Armando Vara foi condenado a cinco anos de prisão efectiva. Mas continua à solta. Impunemente. Vara e Penedos, poderosos e ex-governantes, o sucateiro Godinho e seus cúmplices foram condenados à cadeia e a restituir milhões de euros. Mas ainda não cumpriram nem um dia e não devolveram nem um cêntimo. Como no jogo de Monopólio, dispõem do cartão ‘Você está livre da prisão’.

O processo ‘Face Oculta’ constitui, apesar de tudo, um avanço neste sistema de justiça desolador. A sentença proferida pelo Tribunal resultou duma acção bem conduzida pelos investigadores da Judiciária, capitaneados pelo destemido Teófilo Santiago.
A forma cuidadosa como o Ministério Público proferiu acusação é também uma das chaves do sucesso. E, finalmente, um Tribunal corajoso proferiu uma sentença inédita, condenando corruptos e traficantes de influências. E que incorpora ainda uma fortíssima censura social à permanente promiscuidade entre a política e os negócios.

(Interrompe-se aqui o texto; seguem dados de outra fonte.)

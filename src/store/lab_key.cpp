#include "store/lab_key.hpp"

#include <fmt/format.h>
#include <openssl/bio.h>
#include <openssl/evp.h>
#include <openssl/pem.h>

#include <cstdlib>
#include <fstream>
#include <sstream>
#include <vector>

#include "core/errors.hpp"
#include "store/private_file.hpp"
#include "store/recorder.hpp"

namespace plumb::store {
namespace {

using Bio = std::unique_ptr<BIO, decltype(&BIO_free)>;
using Context = std::unique_ptr<EVP_MD_CTX, decltype(&EVP_MD_CTX_free)>;

std::string key_bytes_hex(const unsigned char* data, std::size_t size) {
  static constexpr char digits[] = "0123456789abcdef";
  std::string out(2 * size, '0');
  for (std::size_t i = 0; i < size; ++i) {
    out[2 * i] = digits[data[i] >> 4];
    out[2 * i + 1] = digits[data[i] & 0x0f];
  }
  return out;
}

/// Lowercase or uppercase hex to bytes; empty when the text is not hex of an even length.
std::vector<unsigned char> hex_key_bytes(const std::string& hex) {
  const auto nibble = [](char c) -> int {
    if (c >= '0' && c <= '9') return c - '0';
    if (c >= 'a' && c <= 'f') return c - 'a' + 10;
    if (c >= 'A' && c <= 'F') return c - 'A' + 10;
    return -1;
  };
  std::vector<unsigned char> out;
  if (hex.size() % 2 != 0) return out;
  for (std::size_t i = 0; i < hex.size(); i += 2) {
    const int hi = nibble(hex[i]), lo = nibble(hex[i + 1]);
    if (hi < 0 || lo < 0) return {};
    out.push_back(static_cast<unsigned char>(hi * 16 + lo));
  }
  return out;
}

std::string pem_of_bio(BIO* bio) {
  char* data = nullptr;
  const long size = BIO_get_mem_data(bio, &data);
  return size > 0 ? std::string(data, static_cast<std::size_t>(size)) : std::string();
}

std::string key_file_text(const std::filesystem::path& file) {
  std::ifstream in(file, std::ios::binary);
  std::ostringstream text;
  text << in.rdbuf();
  return text.str();
}

void write_key_file(const std::filesystem::path& file, const std::string& text) {
  if (!create_private_file(file))
    throw InputError(fmt::format("key file \"{}\" already exists; plumb never replaces a key.", file.string()));
  std::ofstream out(file, std::ios::binary | std::ios::trunc);
  out << text;
  out.close();
  if (!out) throw StorageError(fmt::format("cannot write \"{}\".", file.string()));
}

}  // namespace

std::filesystem::path key_path_for(const std::filesystem::path& db) {
  if (const char* env = std::getenv("PLUMB_KEY"); env && *env) return env;
  return db.string() + ".key";
}

std::filesystem::path public_key_path_for(const std::filesystem::path& key) {
  std::filesystem::path p = key;
  if (p.extension() == ".key") return p.replace_extension(".pub");
  return p.string() + ".pub";
}

LabKey::LabKey(evp_pkey_st* key) : key_(key, EVP_PKEY_free) {}

LabKey LabKey::generate() {
  EVP_PKEY* key = EVP_PKEY_Q_keygen(nullptr, nullptr, "ED25519");
  if (!key) throw StorageError("OpenSSL could not generate an Ed25519 key.");
  return LabKey(key);
}

LabKey LabKey::load(const std::filesystem::path& file) {
  if (!std::filesystem::exists(file))
    throw InputError(
        fmt::format("the lab's signing key \"{}\" does not exist; plumb signs every command's records "
                    "with it (create it with `plumb key create`, or set PLUMB_KEY to the lab's key file).",
                    file.string()));
  const std::string pem = key_file_text(file);
  Bio bio(BIO_new_mem_buf(pem.data(), static_cast<int>(pem.size())), &BIO_free);
  EVP_PKEY* key = bio ? PEM_read_bio_PrivateKey(bio.get(), nullptr, nullptr, nullptr) : nullptr;
  if (!key || EVP_PKEY_get_base_id(key) != EVP_PKEY_ED25519) {
    if (key) EVP_PKEY_free(key);
    throw InputError(fmt::format("the lab's signing key \"{}\" is not an Ed25519 private key in PEM.", file.string()));
  }
  return LabKey(key);
}

void LabKey::save(const std::filesystem::path& key_file, const std::filesystem::path& public_file) const {
  if (std::filesystem::exists(public_file))
    throw InputError(
        fmt::format("public key file \"{}\" already exists; plumb never replaces a key.", public_file.string()));
  Bio bio(BIO_new(BIO_s_mem()), &BIO_free);
  if (!bio || PEM_write_bio_PrivateKey(bio.get(), key_.get(), nullptr, nullptr, 0, nullptr, nullptr) != 1)
    throw StorageError("OpenSSL could not write the private key.");
  write_key_file(key_file, pem_of_bio(bio.get()));
  try {
    write_key_file(public_file, public_pem());
  } catch (...) {
    std::filesystem::remove(key_file);
    throw;
  }
}

std::string LabKey::sign(std::string_view message) const {
  Context ctx(EVP_MD_CTX_new(), &EVP_MD_CTX_free);
  unsigned char signature[64];
  std::size_t size = sizeof signature;
  // Ed25519 is used without a separate digest (pure EdDSA, RFC 8032): the digest argument is null.
  if (!ctx || EVP_DigestSignInit(ctx.get(), nullptr, nullptr, nullptr, key_.get()) != 1 ||
      EVP_DigestSign(ctx.get(), signature, &size, reinterpret_cast<const unsigned char*>(message.data()),
                     message.size()) != 1)
    throw StorageError("OpenSSL could not sign the checkpoint.");
  return key_bytes_hex(signature, size);
}

std::string LabKey::public_hex() const {
  unsigned char raw[32];
  std::size_t size = sizeof raw;
  if (EVP_PKEY_get_raw_public_key(key_.get(), raw, &size) != 1)
    throw StorageError("OpenSSL could not read the public key.");
  return key_bytes_hex(raw, size);
}

std::string LabKey::public_pem() const {
  Bio bio(BIO_new(BIO_s_mem()), &BIO_free);
  if (!bio || PEM_write_bio_PUBKEY(bio.get(), key_.get()) != 1)
    throw StorageError("OpenSSL could not write the public key.");
  return pem_of_bio(bio.get());
}

std::string read_public_key_file(const std::filesystem::path& file, const std::string& option) {
  if (!std::filesystem::exists(file)) throw InputError(fmt::format("{} \"{}\" does not exist.", option, file.string()));
  const std::string pem = key_file_text(file);
  Bio bio(BIO_new_mem_buf(pem.data(), static_cast<int>(pem.size())), &BIO_free);
  EVP_PKEY* key = bio ? PEM_read_bio_PUBKEY(bio.get(), nullptr, nullptr, nullptr) : nullptr;
  if (!key || EVP_PKEY_get_base_id(key) != EVP_PKEY_ED25519) {
    if (key) EVP_PKEY_free(key);
    throw InputError(fmt::format("{} \"{}\" is not an Ed25519 public key in PEM.", option, file.string()));
  }
  const std::unique_ptr<EVP_PKEY, decltype(&EVP_PKEY_free)> owned(key, &EVP_PKEY_free);
  unsigned char raw[32];
  std::size_t size = sizeof raw;
  if (EVP_PKEY_get_raw_public_key(key, raw, &size) != 1)
    throw InputError(fmt::format("{} \"{}\" is not an Ed25519 public key in PEM.", option, file.string()));
  return key_bytes_hex(raw, size);
}

bool signature_valid(const std::string& public_hex, std::string_view message, const std::string& signature_hex) {
  const auto raw = hex_key_bytes(public_hex);
  const auto signature = hex_key_bytes(signature_hex);
  if (raw.size() != 32 || signature.size() != 64) return false;
  const std::unique_ptr<EVP_PKEY, decltype(&EVP_PKEY_free)> key(
      EVP_PKEY_new_raw_public_key(EVP_PKEY_ED25519, nullptr, raw.data(), raw.size()), &EVP_PKEY_free);
  Context ctx(EVP_MD_CTX_new(), &EVP_MD_CTX_free);
  return key && ctx && EVP_DigestVerifyInit(ctx.get(), nullptr, nullptr, nullptr, key.get()) == 1 &&
         EVP_DigestVerify(ctx.get(), signature.data(), signature.size(),
                          reinterpret_cast<const unsigned char*>(message.data()), message.size()) == 1;
}

std::string key_fingerprint(const std::string& public_hex) {
  const auto raw = hex_key_bytes(public_hex);
  return sha256_hex(std::string_view(reinterpret_cast<const char*>(raw.data()), raw.size())).substr(0, 16);
}

}  // namespace plumb::store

Mas neste processo ‘Face Oculta’ há forças – também elas ocultas – que impedem que se faça justiça de forma cabal. Os condenados, assessorados pelos mais ardilosos advogados, vão recorrer das sentenças para instâncias superiores. Usarão todas as diligências, provocarão todos os incidentes. O processo arrastar-se-á por anos e os criminosos continuarão à solta, uma vez que os recursos têm efeito suspensivo sobre as penas. Tal não deveria ser possível. A partir do momento em que uma instância judicial os condena a prisão efectiva, deveriam ser presos. Efectivamente, sem perderem, claro, a possibilidade de recurso, mas aguardando as decisões no sítio certo: a cadeia.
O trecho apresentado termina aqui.